BRIEF: Among the lines below, return each one that contains the word "exponentOf".
+ + +
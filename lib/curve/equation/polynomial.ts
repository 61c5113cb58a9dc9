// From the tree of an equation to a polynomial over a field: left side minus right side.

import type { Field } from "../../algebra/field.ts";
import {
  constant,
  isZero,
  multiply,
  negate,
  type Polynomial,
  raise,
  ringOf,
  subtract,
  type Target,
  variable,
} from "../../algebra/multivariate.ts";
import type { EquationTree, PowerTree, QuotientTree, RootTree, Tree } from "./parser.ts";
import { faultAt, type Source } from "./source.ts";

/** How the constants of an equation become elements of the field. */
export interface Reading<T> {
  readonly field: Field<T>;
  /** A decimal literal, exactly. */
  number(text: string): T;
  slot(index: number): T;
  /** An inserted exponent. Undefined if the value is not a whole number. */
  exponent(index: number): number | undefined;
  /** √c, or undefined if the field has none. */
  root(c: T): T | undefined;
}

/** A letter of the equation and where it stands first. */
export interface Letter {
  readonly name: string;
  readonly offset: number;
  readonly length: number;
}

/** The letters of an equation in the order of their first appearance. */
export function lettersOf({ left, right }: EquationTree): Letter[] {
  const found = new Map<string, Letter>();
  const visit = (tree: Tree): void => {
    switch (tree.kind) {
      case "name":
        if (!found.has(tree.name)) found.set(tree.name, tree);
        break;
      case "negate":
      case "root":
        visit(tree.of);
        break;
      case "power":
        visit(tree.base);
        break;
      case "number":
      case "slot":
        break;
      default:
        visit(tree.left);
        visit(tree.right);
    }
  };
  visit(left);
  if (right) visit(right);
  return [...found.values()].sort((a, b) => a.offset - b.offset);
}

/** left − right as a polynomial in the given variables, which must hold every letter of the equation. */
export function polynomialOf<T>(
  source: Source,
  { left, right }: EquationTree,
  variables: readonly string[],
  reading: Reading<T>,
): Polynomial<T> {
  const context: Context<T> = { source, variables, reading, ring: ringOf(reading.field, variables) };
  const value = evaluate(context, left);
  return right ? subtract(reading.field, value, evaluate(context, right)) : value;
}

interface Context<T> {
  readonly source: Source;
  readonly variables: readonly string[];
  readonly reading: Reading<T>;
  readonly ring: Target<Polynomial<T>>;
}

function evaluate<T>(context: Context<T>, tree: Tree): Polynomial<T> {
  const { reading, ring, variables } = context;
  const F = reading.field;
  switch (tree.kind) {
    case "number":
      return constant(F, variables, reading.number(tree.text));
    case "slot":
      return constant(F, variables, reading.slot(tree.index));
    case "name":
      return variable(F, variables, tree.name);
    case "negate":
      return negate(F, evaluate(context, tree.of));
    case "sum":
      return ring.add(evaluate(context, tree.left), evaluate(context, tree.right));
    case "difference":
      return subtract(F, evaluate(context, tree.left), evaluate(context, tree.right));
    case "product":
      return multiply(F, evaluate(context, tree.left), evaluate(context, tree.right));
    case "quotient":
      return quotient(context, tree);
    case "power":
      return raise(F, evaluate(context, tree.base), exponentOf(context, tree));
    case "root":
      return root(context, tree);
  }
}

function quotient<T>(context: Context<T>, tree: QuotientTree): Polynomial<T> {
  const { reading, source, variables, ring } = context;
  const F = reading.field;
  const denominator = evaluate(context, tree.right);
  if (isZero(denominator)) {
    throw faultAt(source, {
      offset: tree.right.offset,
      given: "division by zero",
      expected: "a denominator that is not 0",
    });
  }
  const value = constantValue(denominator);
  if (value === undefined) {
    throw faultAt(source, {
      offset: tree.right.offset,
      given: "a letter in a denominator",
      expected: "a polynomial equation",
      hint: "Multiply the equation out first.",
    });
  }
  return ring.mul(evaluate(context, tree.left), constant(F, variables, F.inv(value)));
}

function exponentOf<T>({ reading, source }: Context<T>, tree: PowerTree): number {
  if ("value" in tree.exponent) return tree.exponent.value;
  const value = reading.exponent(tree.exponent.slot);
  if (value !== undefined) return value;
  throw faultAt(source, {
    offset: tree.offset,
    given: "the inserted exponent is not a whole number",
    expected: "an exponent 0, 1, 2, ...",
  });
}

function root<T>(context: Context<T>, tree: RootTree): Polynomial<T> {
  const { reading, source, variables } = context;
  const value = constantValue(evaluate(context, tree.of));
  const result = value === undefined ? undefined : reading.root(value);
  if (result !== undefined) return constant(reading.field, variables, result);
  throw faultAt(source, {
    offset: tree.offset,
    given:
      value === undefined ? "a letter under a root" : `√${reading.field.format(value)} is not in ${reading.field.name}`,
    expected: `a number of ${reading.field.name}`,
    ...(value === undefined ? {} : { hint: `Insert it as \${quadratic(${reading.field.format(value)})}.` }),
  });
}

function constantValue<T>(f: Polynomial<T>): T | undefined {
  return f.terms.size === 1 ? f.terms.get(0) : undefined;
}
+ + +
ANSWER TO THIS PROBLEM:
      return raise(F, evaluate(context, tree.base), exponentOf(context, tree));
function exponentOf<T>({ reading, source }: Context<T>, tree: PowerTree): number {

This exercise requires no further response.